I remember exactly when that fascination began. A photo of an A-10 Thunderbolt II, returned from a mission. Half the wing gone. Tail in tatters. Fuselage full of holes. And yet that thing had brought its pilot home.
That’s not luck. That’s design.
Things that refuse to die
Do you know the stories of the Camel Trophy? Land Rover Defenders that were chased through Indonesian jungle. Chassis bent, parts broken off, everything covered in mud. And yet they arrived. Not because nothing went wrong along the way — things went wrong constantly. They arrived because they were built to break and still keep driving.
Compare that to modern cars. One sensor fails and you’re standing by the roadside waiting for roadside assistance.
Somewhere we started confusing “robust” with “complex”. More systems, more redundancy, more failovers. But complexity itself is a source of failure. Every extra component is another thing that can break.
Why I do this for work
I build platforms. Kubernetes clusters, GitOps pipelines, that sort of thing. And I notice I’m constantly asking the same question: “What happens if this falls over?”
Not “how do we prevent this from falling over?” — that’s a different question. An important one, but different. I want to know what happens when it falls over anyway. Because it will fall over. Servers crash. Networks act weird. Code has bugs. That’s not pessimism, that’s just how it works.

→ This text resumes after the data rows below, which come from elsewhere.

export class Writer {
  private readonly speaker: Speaker;
  private chunk: Chunk | undefined;
  private pending: Comment[] = [];

  constructor(private readonly host: Host, style: HostStyle, private readonly names: Names, private readonly index: LineIndex, private readonly notesOf: (chunk: Chunk) => readonly Note[]) {
    this.speaker = new Speaker(host, style, names);
  }

  /** The variables of a block, under the names that they have in the host. */
  locals(block: readonly Stmt[], params: readonly string[] = []): readonly Local[] {
    return localsOf(block, params, (expr) => this.speaker.list(expr), (name) => this.names.of(name), (stmt) => this.lineAt(stmt.start), !this.host.each);
  }

  /** A block of the script itself. */
  script(locals: readonly Local[], declared: Set<string>): (chunk: Chunk, stmt: Stmt) => readonly Line[] {
    const scope: Scope = { locals: new Map(locals.map((each) => [each.name, each])), declared, results: [], last: undefined };
    return (chunk, stmt) => {
      this.enter(chunk);
      return this.statement(stmt, scope);
    };
  }

  /** A function of the script. */
  function(chunk: Chunk, fn: FunctionStmt): readonly Line[] {
    this.enter(chunk);
    if (fn.decorators.length > 0 || fn.params.some((param) => param.mode !== 'plain' && param.mode !== 'keyword')) return unsayable('rare kinds of parameters');
    const { params, results: notedResults, places, summary, remarks } = documentedBy(fn, this.notesOf(chunk));
    const arrays = arraysIn(fn.body);
    const given = fn.params.map((param) => param.name);
    const locals = this.locals(fn.body, given);
    const count = resultsOf(fn.body);
    if (count > 1 && !this.host.says.has('several results')) return unsayable('several results');
    const taken = [...given, ...locals.map((each) => each.name)];
    const results = Array.from({ length: count }, (_, at) => ({ name: freshName(count > 1 ? `result${at + 1}` : 'result', taken), isArray: false, ...(notedResults.get(at) ?? { unit: undefined, words: '' }) }));
    if ([...notedResults.keys()].some((at) => at >= count)) return unsayable('notes on a result that is none');
    const words: FunctionWords = {
      name: this.names.of(fn.name), locals, summary, remarks, results, isRecursive: fn.body.flatMap((each) => [...nestedIn(each)]).some((each) => expressionsOf(each).some((expr) => [...namesIn(expr)].includes(fn.name))),
      params: fn.params.map((param) => ({
        name: this.names.of(param.name), isArray: arrays.has(param.name), ...(params.get(param.name) ?? { unit: undefined, words: '' }),
        default: param.default && this.host.says.has('defaults') ? this.speaker.print(param.default) : undefined,
      })),
    };
    const noted = (name: string): readonly number[] => {
      const param = fn.params.find((each) => this.names.of(each.name) === name);
      const place = places.get(param?.name ?? results.findIndex((each) => each.name === name));
      return place === undefined ? [] : [this.lineAt(place)];
    };
    const above = this.above(fn.start, fn);
    const frame = this.host.frame(words, noted);
    const scope: Scope = { locals: new Map(locals.map((each) => [each.name, each])), declared: new Set(), results: results.map((each) => each.name), last: fn.body.at(-1) };
    const body = fn.body.filter((each) => !isText(each));
    const inside = [...frame.after, ...this.hoisted(locals), ...body.flatMap((each) => this.statement(each, scope)), ...this.above(fn.end + (fn.loose?.length ?? 0), undefined)];
    const heading = { text: frame.open, covers: [this.lineAt(fn.nameSpan.start)] };
    return [...above, ...frame.before, heading, ...indent(inside), { text: frame.close }];
  }

  /** Declarations of variables that no assignment of the outermost block declares. */
  hoisted(locals: readonly Local[]): readonly Line[] {
    const { declare } = this.host;
    return declare ? locals.filter((each) => !each.declaredByAssignment && !each.isCounter).map((each) => ({ text: declare(each) })) : [];
  }

  private enter(chunk: Chunk): void {
    if (this.chunk === chunk) return;
    this.chunk = chunk;
    this.pending = [...chunk.comments];
  }

  private lineAt(offset: number): number {
    return this.index.lineAt((this.chunk?.anchor.start ?? 0) + offset);
  }

  private linesOf(start: number, end: number): readonly number[] {
    const first = this.lineAt(start);
    return Array.from({ length: this.lineAt(Math.max(end - 1, start)) - first + 1 }, (_, at) => first + at);
  }

  /** Comments that stand before an offset and on no statement's own line; a blank line behind those that do not stand directly above. */
  private above(offset: number, stmt: Stmt | undefined): readonly Line[] {
    const lines: Line[] = [];
    const here = this.pending.filter((each) => each.start < offset);
    this.pending = this.pending.filter((each) => each.start >= offset);
    for (const comment of here) {
      if (!this.standsAlone(comment)) continue;
      const attached = stmt?.above?.some((each) => each.start === comment.start);
      lines.push({ text: this.host.comment(comment.text), covers: [this.lineAt(comment.start)] });
      if (!attached) lines.push({ text: '' });
    }
    return lines;
  }

  private standsAlone(comment: Comment): boolean {
    const at = (this.chunk?.anchor.start ?? 0) + comment.start;
    return /^\s*#*:?\s*$/.test(this.index.text.slice(this.index.lineStart(this.index.lineAt(at)), at));
  }

  private statement(stmt: Stmt, scope: Scope): readonly Line[] {
    const above = this.above(stmt.start, stmt);
    return [...above, ...this.bare(stmt, scope)];
  }

  private bare(stmt: Stmt, scope: Scope): readonly Line[] {
    switch (stmt.kind) {
      case 'assign':
        return this.assign(stmt, scope);
      case 'evaluate':
        return isText(stmt) ? [] : [this.line(stmt, this.evaluated(stmt.value))];
      case 'if':
        return this.branches(stmt, scope);
      case 'loop':
        return this.loop(stmt, scope);
      case 'return':
        return this.gives(stmt, scope);
      case 'leave':
        return stmt.flow === 'none' ? (stmt.values.length === 0 ? [] : unsayable('assert or del')) : [this.line(stmt, this.host.leave[stmt.flow])];
      case 'import':
        return [];
      default:
        return unsayable(`statement ${stmt.kind}`);
    }
  }

  /** A statement on one line, with its trailing comment. */
  private line(stmt: Stmt, text: string): Line {
    return { text: stmt.trailing ? `${text}  ${this.host.comment(stmt.trailing.text)}` : text, covers: this.linesOf(stmt.start, stmt.end) };
  }

  private assign(stmt: AssignStmt, scope: Scope): readonly Line[] {
    if (stmt.targets.length > 1) return unsayable('chained targets');
    const [target] = stmt.targets as [Expr];
    if (target.kind === 'sequence' && !this.host.says.has('tuple')) {
      if (stmt.value.kind !== 'call' || !this.host.targets) return this.oneByOne(stmt, target.items, scope);
      return [this.line(stmt, this.host.assign(this.host.targets(target.items.map((item) => this.speaker.print(item))), this.speaker.print(stmt.value), undefined))];
    }
    if (target.kind !== 'name' && target.kind !== 'sequence' && target.kind !== 'index') return unsayable(`assignment to ${target.kind}`);
    const left = this.speaker.print(target);
    if (stmt.value.kind === 'record' && target.kind === 'name') return this.record(stmt, stmt.value, left, scope);
    if (stmt.op && this.host.says.has('updates')) return [this.line(stmt, this.host.evaluate(`${left} ${stmt.op}= ${this.speaker.print(stmt.value)}`))];
    const local = scope.locals.get(left);
    if (this.host.isTyped && local && !stmt.op && typeOf(stmt.value) !== local.type) return unsayable('a variable of several types');
    const first = local?.declaredByAssignment && !scope.declared.has(left);
    const value = first && local.size !== undefined && this.host.initial ? this.host.initial((this.speaker.list(stmt.value) ?? []).map((item) => this.speaker.print(item))) : this.speaker.print(stmt.op ? binary(stmt.op, target, stmt.value) : stmt.value);
    scope.declared.add(left);
    const text = this.host.assign(left, value, first ? local : undefined);
    return [this.host.declaresNotes && local?.note !== undefined ? { text, covers: this.linesOf(stmt.start, stmt.end) } : this.line(stmt, text)];
  }

  private record(stmt: AssignStmt, value: Extract<Expr, { kind: 'record' }>, target: string, scope: Scope): readonly Line[] {
    const form = this.host.record?.(target, scope.declared.has(target) ? undefined : scope.locals.get(target)) ?? unsayable('records');
    if (value.others.length > 0 || value.entries.some((entry) => !/^[A-Za-z]\w*$/.test(entry.key))) return unsayable('records with other keys');
    scope.declared.add(target);
    const entries = value.entries.map((entry): Line => {
      const text = form.entry(entry.key, this.speaker.print(entry.value));
      return { text: entry.comment ? `${text}  ${this.host.comment(entry.comment.text)}` : text, covers: [this.lineAt(entry.start)] };
    });
    return [...(form.open ? [this.line({ ...stmt, end: stmt.start + 1 }, form.open)] : []), ...entries, ...(form.close ? [{ text: form.close }] : [])];
  }

  /** `a, b = x, y` as two statements, where y does not read a. */
  private oneByOne(stmt: AssignStmt, targets: readonly Expr[], scope: Scope): readonly Line[] {
    const values = stmt.value.kind === 'sequence' ? stmt.value.items : [];
    if (values.length !== targets.length) return unsayable('tuple');
    return targets.flatMap((target, at) => {
      const before = targets.slice(0, at).flatMap((each) => (each.kind === 'name' ? [each.name] : []));
      const value = values[at] as Expr;
      if ([...namesIn(value)].some((each) => before.includes(each))) return unsayable('exchange');
      return this.assign({ ...stmt, targets: [target], value }, scope);
    });
  }

  private evaluated(expr: Expr): string {
    if (expr.kind !== 'call') return this.host.evaluate(this.speaker.print(expr));
    if (expr.callee.kind === 'name' && expr.callee.name === 'print') return this.host.show(expr.args.map((arg) => this.speaker.print(arg.value)));
    const { callee } = expr;
    const [only] = expr.args;
    if (callee.kind === 'member' && callee.name === 'append' && only) return this.host.append?.(this.speaker.print(callee.object), this.speaker.print(only.value)) ?? unsayable('growing lists');
    return this.host.evaluate(this.speaker.print(expr));
  }

  private branches(stmt: IfStmt, scope: Scope): readonly Line[] {
    const lines = stmt.arms.flatMap((arm, at): readonly Line[] => {
      const condition = this.speaker.print(arm.condition);
      const head = at === 0 ? this.host.if(condition) : this.host.elseIf(condition);
      return [{ text: head, covers: this.linesOf(arm.condition.start, arm.condition.end) }, ...this.block(arm.body, scope)];
    });
    const otherwise = stmt.otherwise.length > 0 ? [{ text: this.host.else }, ...this.block(stmt.otherwise, scope)] : [];
    return [...lines, ...otherwise, { text: this.host.end('if') }];
  }

  private block(block: readonly Stmt[], scope: Scope): readonly Line[] {
    return indent(block.flatMap((each) => this.statement(each, scope)));
  }

  private loop(stmt: LoopStmt, scope: Scope): readonly Line[] {
    if (stmt.otherwise.length > 0) return unsayable('else of a loop');
    const close = { text: this.host.end('loop') };
    if (stmt.condition) return [this.head(stmt, this.host.while(this.speaker.print(stmt.condition)), stmt.condition), ...this.block(stmt.body, scope), close];
    const { target, iterable } = stmt;
    if (!target || !iterable) return unsayable('endless loop');
    if (target.kind !== 'name' || (!this.host.each && iterable.kind !== 'call')) return this.byIndex(stmt, target, iterable, scope);
    const name = this.names.of(target.name);
    if (iterable.kind === 'call' && this.names.library(iterable.callee) === 'range') {
      const [first, end] = iterable.args.length === 1 ? [number(0), iterable.args[0]?.value] : iterable.args.map((arg) => arg.value);
      if (!first || !end || iterable.args.length > 2) return unsayable('range with a step');
      const last = end.kind === 'number' ? number(Number(end.text) - 1) : binary('-', end, number(1));
      return [this.head(stmt, this.host.count(name, this.speaker.print(first), this.speaker.print(end), this.speaker.print(last)), iterable), ...this.block(stmt.body, scope), close];
    }
    const list = this.speaker.list(iterable) ? undefined : scope.locals.get(this.speaker.print(iterable))?.size;
    const opened = this.host.each?.(name, this.speaker.print(iterable), list ?? this.speaker.list(iterable)?.length) ?? unsayable('loop over a list');
    const [head = '', ...more] = opened;
    return [this.head(stmt, head, iterable), ...indent(more.map((text) => ({ text, covers: [this.lineAt(stmt.start)] }))), ...this.block(stmt.body, scope), close];
  }

  /** A loop over one list or several by the index. */
  private byIndex(stmt: LoopStmt, target: Expr, iterable: Expr, scope: Scope): readonly Line[] {
    const { counter, pairs } = walked(stmt, target, iterable);
    const lists = pairs.map(([, list]) => (list.kind === 'name' ? list : unsayable('loop over an expression')));
    const at = this.names.of(counter);
    const size = scope.locals.get(this.names.of(lists[0]?.name ?? ''))?.size;
    const { firstIndex } = this.host;
    const length = size !== undefined ? number(size + firstIndex) : lists[0] && this.speaker.lengthOf(lists[0]);
    if (!length) return unsayable('loop over an expression');
    const print = (expr: Expr): string => this.speaker.printTurned(expr);
    const last = size !== undefined ? number(size + firstIndex - 1) : firstIndex === 1 ? length : binary('-', length, number(1));
    const taken = pairs.map(([name, list]): Line => ({ text: this.host.assign(this.names.of(name), `${print(this.speaker.itemAt(list, named(at)))}`, undefined), covers: [this.lineAt(stmt.start)] }));
    return [this.head(stmt, this.host.count(at, String(firstIndex), print(length), print(last)), iterable), ...indent(taken), ...this.block(stmt.body, scope), { text: this.host.end('loop') }];
  }

  private head(stmt: LoopStmt, text: string, last: Expr): Line {
    return { text: stmt.trailing ? `${text}  ${this.host.comment(stmt.trailing.text)}` : text, covers: this.linesOf(stmt.start, last.end) };
  }

  private gives(stmt: ReturnStmt, scope: Scope): readonly Line[] {
    if (stmt.yields) return unsayable('yield');
    if (!stmt.value || stmt.value.kind === 'nothing') return [{ text: this.host.giveNothing }];
    const values = scope.results.length > 1 && stmt.value.kind === 'sequence' ? stmt.value.items : [stmt.value];
    if (values.length !== scope.results.length) return unsayable('a call that gives several results');
    const texts = this.host.give(values.map((value) => this.speaker.print(value)), scope.results, stmt === scope.last);
    return texts.map((text, at) => (at === 0 ? this.line(stmt, text) : { text }));
  }
}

Most systems I encounter are built for the happy path. Everything works, requests come in, responses go out, logs are green. Nice. But as soon as something goes wrong — and it will — it turns out nobody thought about what should happen then.
Kubernetes and the illusion of self-healing
Kubernetes is often sold as “self-healing”. Pod crashed? No problem, we’ll start a new one. Node goes down? Workloads are automatically moved.
And yes, that’s true. Up to a point.
But a Kubernetes cluster is itself just a system that can fail. What if etcd gets corrupted? What if your control plane goes down? What if a network partition forms between your nodes?
Self-healing within a cluster is nice. But the cluster itself is still a single point of failure. And that’s exactly what I’m experimenting with — clusters that are together unbreakable, even when individual clusters go down.
But that’s a story for another post.
The question I ask myself
Every time I build something, I try to ask myself: is this unbreakable?
Not perfect. Not indestructible. But can this thing keep doing its job when half of it is on fire?
Usually the answer is no. And then the next question is: what would need to change to make the answer yes?
Sometimes the answer is simple. Sometimes the answer is “this entire design needs to be different”. And sometimes the answer is “that’s too much effort for this specific problem” — also fine, as long as you’re making that choice consciously.
The point isn’t that everything has to be unbreakable. The point is that you think about what happens when it breaks. Before it breaks.
This is also why I’m a fan of chaos engineering — deliberately breaking things to discover what happens then. Better in a controlled setting than at 3 AM.